RECORD EXTRACTS Start Marker

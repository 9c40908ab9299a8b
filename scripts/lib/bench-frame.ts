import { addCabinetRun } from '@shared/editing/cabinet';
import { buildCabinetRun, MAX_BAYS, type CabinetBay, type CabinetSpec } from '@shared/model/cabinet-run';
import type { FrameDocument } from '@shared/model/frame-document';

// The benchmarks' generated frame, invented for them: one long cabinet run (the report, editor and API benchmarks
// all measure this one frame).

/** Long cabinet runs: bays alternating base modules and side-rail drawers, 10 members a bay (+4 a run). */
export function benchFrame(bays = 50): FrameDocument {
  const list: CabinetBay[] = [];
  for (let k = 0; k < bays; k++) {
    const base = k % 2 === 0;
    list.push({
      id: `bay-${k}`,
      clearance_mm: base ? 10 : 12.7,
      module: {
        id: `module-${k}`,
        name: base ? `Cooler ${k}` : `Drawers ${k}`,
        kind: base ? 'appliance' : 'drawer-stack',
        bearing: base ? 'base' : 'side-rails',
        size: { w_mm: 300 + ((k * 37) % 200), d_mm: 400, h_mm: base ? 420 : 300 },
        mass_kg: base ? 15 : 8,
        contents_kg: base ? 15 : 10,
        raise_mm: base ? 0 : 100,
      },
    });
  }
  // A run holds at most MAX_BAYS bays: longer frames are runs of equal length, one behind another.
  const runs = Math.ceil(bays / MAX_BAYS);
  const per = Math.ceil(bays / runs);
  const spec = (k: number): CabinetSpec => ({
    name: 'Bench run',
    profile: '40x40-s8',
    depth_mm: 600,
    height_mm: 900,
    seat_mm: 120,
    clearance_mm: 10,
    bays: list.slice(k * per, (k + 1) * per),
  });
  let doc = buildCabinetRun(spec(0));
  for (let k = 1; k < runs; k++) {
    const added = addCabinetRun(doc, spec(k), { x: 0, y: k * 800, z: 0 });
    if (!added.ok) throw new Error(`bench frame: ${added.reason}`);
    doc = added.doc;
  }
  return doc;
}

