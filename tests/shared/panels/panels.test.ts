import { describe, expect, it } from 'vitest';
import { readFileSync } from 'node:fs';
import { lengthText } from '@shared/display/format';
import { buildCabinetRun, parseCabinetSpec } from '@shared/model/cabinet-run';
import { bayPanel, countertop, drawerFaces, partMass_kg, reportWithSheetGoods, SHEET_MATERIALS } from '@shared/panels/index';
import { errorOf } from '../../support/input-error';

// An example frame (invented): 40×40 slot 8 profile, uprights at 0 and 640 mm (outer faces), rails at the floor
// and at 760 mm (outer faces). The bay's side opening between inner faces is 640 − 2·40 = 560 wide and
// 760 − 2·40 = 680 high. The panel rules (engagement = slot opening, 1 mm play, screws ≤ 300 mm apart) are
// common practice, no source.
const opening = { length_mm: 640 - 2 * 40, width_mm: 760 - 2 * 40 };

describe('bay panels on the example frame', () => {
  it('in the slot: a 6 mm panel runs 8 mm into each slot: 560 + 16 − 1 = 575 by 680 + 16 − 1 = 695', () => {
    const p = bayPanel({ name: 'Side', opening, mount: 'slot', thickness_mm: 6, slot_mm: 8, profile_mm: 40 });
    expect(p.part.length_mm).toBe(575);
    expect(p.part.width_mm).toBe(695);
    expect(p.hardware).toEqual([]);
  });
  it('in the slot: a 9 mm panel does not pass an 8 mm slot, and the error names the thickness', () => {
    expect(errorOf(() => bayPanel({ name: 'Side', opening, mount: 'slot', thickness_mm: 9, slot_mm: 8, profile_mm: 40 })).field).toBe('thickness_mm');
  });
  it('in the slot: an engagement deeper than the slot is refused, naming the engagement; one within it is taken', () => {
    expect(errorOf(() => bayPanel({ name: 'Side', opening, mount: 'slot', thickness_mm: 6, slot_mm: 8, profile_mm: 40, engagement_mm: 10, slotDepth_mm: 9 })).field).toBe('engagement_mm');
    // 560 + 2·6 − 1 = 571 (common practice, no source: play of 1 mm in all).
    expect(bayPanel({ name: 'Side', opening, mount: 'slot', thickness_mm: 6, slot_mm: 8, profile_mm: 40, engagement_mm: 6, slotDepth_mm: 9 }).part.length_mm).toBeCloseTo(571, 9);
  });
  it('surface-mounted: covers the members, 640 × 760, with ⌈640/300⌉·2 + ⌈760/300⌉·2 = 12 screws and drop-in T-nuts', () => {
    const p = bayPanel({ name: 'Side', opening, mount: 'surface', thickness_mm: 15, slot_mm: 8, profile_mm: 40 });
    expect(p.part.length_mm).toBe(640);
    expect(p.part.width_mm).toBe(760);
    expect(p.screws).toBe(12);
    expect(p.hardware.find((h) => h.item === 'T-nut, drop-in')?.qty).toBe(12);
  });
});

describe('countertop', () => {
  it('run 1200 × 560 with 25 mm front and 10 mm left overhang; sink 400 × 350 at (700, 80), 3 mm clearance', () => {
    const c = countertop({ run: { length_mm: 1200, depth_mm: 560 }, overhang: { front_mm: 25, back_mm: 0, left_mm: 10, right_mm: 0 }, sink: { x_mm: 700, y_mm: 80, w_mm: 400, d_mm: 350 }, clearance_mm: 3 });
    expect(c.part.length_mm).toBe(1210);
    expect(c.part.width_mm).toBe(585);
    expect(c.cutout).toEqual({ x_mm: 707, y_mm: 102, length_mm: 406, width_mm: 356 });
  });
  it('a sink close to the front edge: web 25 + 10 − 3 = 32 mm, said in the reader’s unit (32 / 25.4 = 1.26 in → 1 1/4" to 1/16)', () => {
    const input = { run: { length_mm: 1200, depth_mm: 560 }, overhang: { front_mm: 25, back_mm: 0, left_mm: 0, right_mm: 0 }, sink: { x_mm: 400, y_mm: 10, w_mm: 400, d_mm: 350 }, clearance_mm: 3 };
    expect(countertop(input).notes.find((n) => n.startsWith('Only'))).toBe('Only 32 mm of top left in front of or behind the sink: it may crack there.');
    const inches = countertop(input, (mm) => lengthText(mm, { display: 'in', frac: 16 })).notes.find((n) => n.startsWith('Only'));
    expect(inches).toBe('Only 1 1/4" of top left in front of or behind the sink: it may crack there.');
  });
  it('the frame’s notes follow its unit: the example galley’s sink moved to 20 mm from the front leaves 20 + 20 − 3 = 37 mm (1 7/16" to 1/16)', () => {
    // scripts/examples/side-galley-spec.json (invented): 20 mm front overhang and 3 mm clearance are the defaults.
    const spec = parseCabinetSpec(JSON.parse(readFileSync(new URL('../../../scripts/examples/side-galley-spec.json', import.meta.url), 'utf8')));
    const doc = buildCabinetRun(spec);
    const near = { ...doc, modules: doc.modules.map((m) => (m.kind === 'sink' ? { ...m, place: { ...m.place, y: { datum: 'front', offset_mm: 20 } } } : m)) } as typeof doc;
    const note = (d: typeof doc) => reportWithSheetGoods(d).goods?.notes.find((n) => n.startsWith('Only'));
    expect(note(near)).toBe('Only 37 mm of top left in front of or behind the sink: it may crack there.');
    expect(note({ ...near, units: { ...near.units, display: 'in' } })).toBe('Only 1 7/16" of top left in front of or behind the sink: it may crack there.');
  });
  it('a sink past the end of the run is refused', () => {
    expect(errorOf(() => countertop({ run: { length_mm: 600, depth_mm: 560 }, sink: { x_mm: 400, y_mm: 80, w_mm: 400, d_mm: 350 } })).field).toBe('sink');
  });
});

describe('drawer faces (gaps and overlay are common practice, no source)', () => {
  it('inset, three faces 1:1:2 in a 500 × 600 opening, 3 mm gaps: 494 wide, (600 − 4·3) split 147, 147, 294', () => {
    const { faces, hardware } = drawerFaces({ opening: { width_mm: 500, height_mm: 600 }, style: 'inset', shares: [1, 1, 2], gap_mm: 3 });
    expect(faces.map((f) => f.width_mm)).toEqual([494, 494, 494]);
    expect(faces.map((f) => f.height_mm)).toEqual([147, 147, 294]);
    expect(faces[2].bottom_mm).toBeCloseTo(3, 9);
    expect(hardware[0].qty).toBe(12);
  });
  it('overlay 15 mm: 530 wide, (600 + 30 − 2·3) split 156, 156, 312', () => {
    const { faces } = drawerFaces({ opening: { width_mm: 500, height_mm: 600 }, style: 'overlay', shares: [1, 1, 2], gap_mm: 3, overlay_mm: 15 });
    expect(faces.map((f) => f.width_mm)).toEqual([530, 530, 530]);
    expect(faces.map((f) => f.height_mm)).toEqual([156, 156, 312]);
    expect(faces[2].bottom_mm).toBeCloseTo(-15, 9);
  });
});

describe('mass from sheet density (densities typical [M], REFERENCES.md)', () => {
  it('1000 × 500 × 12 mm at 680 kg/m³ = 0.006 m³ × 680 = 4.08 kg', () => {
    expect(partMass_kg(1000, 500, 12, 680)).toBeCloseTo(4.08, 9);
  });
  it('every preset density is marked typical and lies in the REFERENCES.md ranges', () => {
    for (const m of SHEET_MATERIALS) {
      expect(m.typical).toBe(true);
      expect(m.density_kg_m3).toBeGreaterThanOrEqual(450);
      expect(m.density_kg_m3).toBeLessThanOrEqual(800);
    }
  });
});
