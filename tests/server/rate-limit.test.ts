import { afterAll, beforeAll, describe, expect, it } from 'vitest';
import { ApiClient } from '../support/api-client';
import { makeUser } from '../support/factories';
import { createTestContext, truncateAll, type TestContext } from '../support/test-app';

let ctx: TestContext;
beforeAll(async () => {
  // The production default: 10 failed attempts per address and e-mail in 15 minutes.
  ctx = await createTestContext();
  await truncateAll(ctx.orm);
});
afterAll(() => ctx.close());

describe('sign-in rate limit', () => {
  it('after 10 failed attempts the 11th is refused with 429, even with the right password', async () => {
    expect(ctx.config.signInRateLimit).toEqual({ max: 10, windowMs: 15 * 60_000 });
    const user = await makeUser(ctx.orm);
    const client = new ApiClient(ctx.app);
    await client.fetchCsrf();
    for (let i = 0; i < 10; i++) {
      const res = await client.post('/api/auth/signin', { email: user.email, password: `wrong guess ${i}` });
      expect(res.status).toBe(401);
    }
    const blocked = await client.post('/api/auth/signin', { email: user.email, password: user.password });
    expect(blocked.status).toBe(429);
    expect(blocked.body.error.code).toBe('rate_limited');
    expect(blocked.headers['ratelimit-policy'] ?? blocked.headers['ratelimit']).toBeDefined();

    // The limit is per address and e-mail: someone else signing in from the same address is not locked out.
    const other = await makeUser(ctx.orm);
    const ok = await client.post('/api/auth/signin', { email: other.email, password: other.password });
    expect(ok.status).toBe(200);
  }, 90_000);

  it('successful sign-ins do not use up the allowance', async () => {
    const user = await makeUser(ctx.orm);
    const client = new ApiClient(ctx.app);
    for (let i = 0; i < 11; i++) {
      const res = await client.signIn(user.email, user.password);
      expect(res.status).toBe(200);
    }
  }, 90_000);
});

RECORD EXTRACTS End Marker

Filtering the entries above by the word "json", copy each line that matches.

    // scripts/examples/side-galley-spec.json (invented): 20 mm front overhang and 3 mm clearance are the defaults.
    const spec = parseCabinetSpec(JSON.parse(readFileSync(new URL('../../../scripts/examples/side-galley-spec.json', import.meta.url), 'utf8')));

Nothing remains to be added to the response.